Reaction products of sodium glucoheptonate with zinc sulfate and sodium hydroxide

Administrative data

Hazard for aquatic organisms

Freshwater

Hazard assessment conclusion:

PNEC aqua (freshwater)

PNEC value:

0.032 mg/L

Assessment factor:

10

Extrapolation method:

assessment factor

PNEC freshwater (intermittent releases):

8.9 µg/L

Marine water

Hazard assessment conclusion:

PNEC aqua (marine water)

PNEC value:

0.003 mg/L

Assessment factor:

100

Extrapolation method:

assessment factor

PNEC marine water (intermittent releases):

0.89 µg/L

STP

Hazard assessment conclusion:

PNEC STP

PNEC value:

0.63 mg/L

Assessment factor:

1

Extrapolation method:

assessment factor

Sediment (freshwater)

Hazard assessment conclusion:

PNEC sediment (freshwater)

PNEC value:

3.25 mg/kg sediment dw

Extrapolation method:

equilibrium partitioning method

Sediment (marine water)

Hazard assessment conclusion:

PNEC sediment (marine water)

PNEC value:

0.325 mg/kg sediment dw

Extrapolation method:

equilibrium partitioning method

Hazard for air

Air

Hazard assessment conclusion:

no hazard identified

Hazard for terrestrial organisms

Soil

Hazard assessment conclusion:

PNEC soil

PNEC value:

0.629 mg/kg soil dw

Extrapolation method:

equilibrium partitioning method

Hazard for predators

Secondary poisoning

Hazard assessment conclusion:

no potential for bioaccumulation

Additional information

Derivation of PNECs

The PNECfreshwater, PNECmarine water, PNECintermittent release (freshwater and marine water) and PNEC STP were derived by application of an assessment factor. This procedure is described in detail in the ECHA REACH Guidance of May 2008, Chapter R.10 ("Characterisation of dose [concentration]-response for environment").

The PNECs for sediment (freshwater and marine water) and soil are derived using the Equilibrium Partitioning Method (EPM) which is in concordance with ECHA REACH Guidance R.10 (“Guidance of Information Requirements and Chemical Safety Assessment, Chapter R.10: Characterisation of dose-response for environment”). The required normalized organic-carbon soil coefficient (Koc) value for zinc glucoheptonate was estimated by QSAR prediction (Chemservice, 2017). The applied Henry's Law Constant was calculated under consideration of the vapour pressure and the water solubility (Chemservice, 2017).

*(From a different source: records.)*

//! The bundled demo data is reproducible by the project's own generator, and the README's first
//! command works on it.

// Source: common practice (seeded generators reproduce their output bit for bit); the residual
// bound is the default tolerance of the Core issue.

use std::process::Command;

#[test]
fn bundled_samples_are_regenerated_bit_for_bit() {
    let dir = tempfile::tempdir().unwrap();
    let written = reweave::synth::samples::write_all(dir.path()).expect("write samples");
    let bundled = std::path::Path::new(env!("CARGO_MANIFEST_DIR")).join("sample-images");
    assert_eq!(written.len(), 6);
    for p in written {
        let name = p.file_name().unwrap();
        let ours = std::fs::read(&p).unwrap();
        let theirs = std::fs::read(bundled.join(name)).expect("bundled sample exists");
        assert!(ours == theirs, "{name:?} differs from sample-images/; run `reweave samples --out sample-images`");
    }
}

#[test]
fn every_sample_fills_with_its_mask() {
    let dir = tempfile::tempdir().unwrap();
    let s = std::path::Path::new(env!("CARGO_MANIFEST_DIR")).join("sample-images");
    for (image, mask) in [
        ("harbour-postcard.png", "harbour-postcard-mask.png"),
        ("starfield-frame.tif", "starfield-badpix.png"),
        ("island-elevation.tif", "island-void-mask.png"),
    ] {
        let out = dir.path().join(format!("repaired-{image}"));
        let report = dir.path().join(format!("{image}.json"));
        let status = Command::new(env!("CARGO_BIN_EXE_reweave"))
            .arg("fill")
            .arg(s.join(image))
            .arg("--mask")
            .arg(s.join(mask))
            .arg("-o")
            .arg(&out)
            .arg("--report")
            .arg(&report)
            .output()
            .expect("run reweave");
        assert!(status.status.success(), "{image}: {}", String::from_utf8_lossy(&status.stderr));
        let json: serde_json::Value = serde_json::from_slice(&std::fs::read(&report).unwrap()).unwrap();
        assert!(json["unknowns"].as_u64().unwrap() > 0);
        for ch in json["channels"].as_array().unwrap() {
            assert!(ch["relative_residual"].as_f64().unwrap() <= 1e-6);
        }
        // The island's void (−32768) must be gone: the fill stays within the rim's elevations.
        if image.starts_with("island") {
            let r = reweave::raster::load(&out).unwrap();
            assert!(r.planes[0].iter().all(|&v| v > -1000.0), "void values left in the filled grid");
        }
    }
}
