#[test]
fn methods_grain_scientific_and_the_distance_view() {
    use reweave::fill::FillMethod;
    let dir = tempfile::tempdir().unwrap();
    let input = fixture(dir.path());
    let mut h = tall_harness();
    open(&mut h, &input);
    // A wide box: its middle is about 18 px from any known pixel, deeper than the 16 px limit.
    h.get_by_label("Box").click();
    h.run();
    drag(&mut h, Pos2::new(8.5, 5.5), Pos2::new(46.5, 42.5), 6);
    h.run();

    // Pick the guided fill from the method list (the second list labelled Method; the first is
    // the detector's), with grain.
    h.get_all_by_label("Method").last().expect("the method list").click();
    h.run();
    h.get_by_label("Guided: texture from a matching area").click();
    h.run();
    assert_eq!(h.state().method, FillMethod::Guided);
    h.get_by_label("Matched noise").click();
    h.run();
    assert!(h.state().grain.is_some());
    assert!(h.query_by_label_contains("never measured").is_some(), "the texture caution is shown");

    h.get_by_label("Fill").click();
    settle(&mut h);
    let app = h.state();
    let fill = app.last_fill.as_ref().unwrap_or_else(|| panic!("not filled: {}", app.status));
    assert_eq!(fill.method, FillMethod::Guided);
    assert_eq!(fill.placements.len(), 1);
    assert!(fill.grain.is_some());
    let depth = app.doc.as_ref().unwrap().depth.as_ref().expect("distance measured after the fill");
    assert_eq!(depth.deep.len(), 1);
    assert!(depth.deep[0].pixels > 16.0);
    assert!(h.query_by_label_contains("any smooth fill is a guess").is_some(), "the deep-hole warning is shown");

    h.get_by_label("Distance to known pixels").click();
    h.run();
    assert_eq!(h.state().compare, Compare::Distance);

    // The scientific profile takes the invented texture away and keeps it away.
    h.get_by_label("Scientific data: no invented texture").click();
    h.run();
    assert_eq!(h.state().method, FillMethod::Harmonic);
    assert!(h.state().grain.is_none());
    h.get_by_label("Matched noise").click();
    h.run();
    assert!(h.state().grain.is_none(), "grain stays off in the scientific profile");

    h.get_all_by_label("Method").last().expect("the method list").click();
    h.run();
    h.get_by_label("Guided: texture from a matching area").click();
    h.run();
    assert_eq!(h.state().method, FillMethod::Harmonic, "guided is disabled in the scientific profile");

    // The biharmonic fill runs from the window too.
    if h.query_by_label("Biharmonic: keeps slopes (terrain, gradients)").is_none() {
        h.get_all_by_label("Method").last().expect("the method list").click();
        h.run();
    }
    h.get_by_label("Biharmonic: keeps slopes (terrain, gradients)").click();
    h.run();
    assert_eq!(h.state().method, FillMethod::Biharmonic);
    h.get_by_label("Fill").click();
    settle(&mut h);
    assert_eq!(h.state().last_fill.as_ref().unwrap().method, FillMethod::Biharmonic, "{}", h.state().status);
}

#[test]
fn a_dragged_source_is_used_for_its_hole() {
    use reweave::fill::FillMethod;
    let dir = tempfile::tempdir().unwrap();
    let input = fixture(dir.path());
    let mut h = tall_harness();
    open(&mut h, &input);
    h.get_by_label("Box").click();
    h.run();
    drag(&mut h, Pos2::new(4.5, 4.5), Pos2::new(11.5, 9.5), 4);
    h.run();
    h.state_mut().method = FillMethod::Guided;
    h.run();
    h.get_by_label("Fill").click();
    settle(&mut h);
    let automatic = h.state().last_fill.as_ref().unwrap().placements[0];
    assert!(automatic.offset.is_some() && !automatic.chosen);

    // Drag from inside the hole 30 px right and 20 px down: that is the hole's source now.
    h.get_by_label("Drag a source").click();
    h.run();
    drag(&mut h, Pos2::new(6.5, 6.5), Pos2::new(36.5, 26.5), 5);
    h.step();
    settle(&mut h);
    let app = h.state();
    assert_eq!(app.chosen_sources.len(), 1, "{}", app.status);
    let placed = app.last_fill.as_ref().unwrap().placements[0];
    assert_eq!((placed.offset, placed.chosen), (Some((30, 20)), true), "{}", app.status);
    // The filled values are the source's texture plus the harmonic correction: compare with a
    // direct guided fill from the same source.
    let d = app.doc.as_ref().unwrap();
    let mut expected: Vec<Vec<f32>> = d.original.planes.clone();
    let mut views: Vec<&mut [f32]> = expected.iter_mut().map(Vec::as_mut_slice).collect();
    let params = reweave::fill::FillParams {
        method: FillMethod::Guided,
        chosen_sources: app.chosen_sources.clone(),
        ..Default::default()
    };
    reweave::fill::fill(&mut views, &d.mask, &params).unwrap();
    let result = d.result.as_ref().unwrap();
    for (a, b) in result.iter().zip(&expected) {
        for i in 0..a.len() {
            assert!((a[i] - b[i]).abs() < 1e-3, "pixel {i}: {} vs {}", a[i], b[i]);
        }
    }
}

Furthermore, no PNEC for the atmospheric compartment (PNECair) has been calculated. It is considered as not relevant based on the chemical structure and intrinsic properties of zinc glucoheptonate.

Secondary poisoning (PNECoral) was not calculated either since the substance has no potential for bioaccumulation.

Conclusion on classification

Regarding all available data of the acute and/or chronic toxicity tests on aquatic organisms and taking into account the provisions laid down in Council Directive 67/548/EEC and CLP Regulation (EC) No 1272/2008, the registered substance does not need to be classified as hazardous to the environment.

Experimental results of the source substances have been transferred and/or converted in a worst-case approach in order to account for Zinc glucoheptonate.

For the endpoint aquatic toxicity two GLP-compliant key studies with the test item were conducted. The acute toxicity to D. magna was studied with an Acute Immobilisation test according to the OECD Guideline 202. The EC50 (48 h) value was 24.9 mg/L. The toxicity to aquatic algae was investigated with a Growth Inhibition study on P. subcapitata according to the OECD Guideline 201. The EC50 (72 h) value (referring the growth rate) was 0.89 mg/L. The key values are in a range of zinc toxicities identified in a number of studies. The key value of 0.89 mg/L obtained in the Growth Inhibition key study according to the OECD Guideline 201 (Kamle, 2017) is just below the limit of 1 mg/L for classification as hazardous to the aquatic environment, acute category 1. Due to the fact that there is evidence that the toxicity of zinc strongly depends on environmental factors not accounted for in laboratory studies, laboratory results may lead to an overestimation of zinc toxicity when compared to the situation in field. There is evidence that the toxicity of zinc strongly depends on the chemical properties of the water, like dissolved organic carbon (DOC) content (De Schampelaere et al. 2005, Fisher and Frood, 1980), pH-value (Wilde et al., 2006; De Schamphelaere, 2005), salinity (Eklund, 2005) and metal concentration (De Schamphelaere et al., 2005). These factors are not accounted for in the standardised laboratory studys. Therefore, the registered substance is not intended to be classified as hazardous to the environment, taking into account the provisions laid down in Council Directive 67/548/EEC and CLP Regulation (EC) No 1272/2008.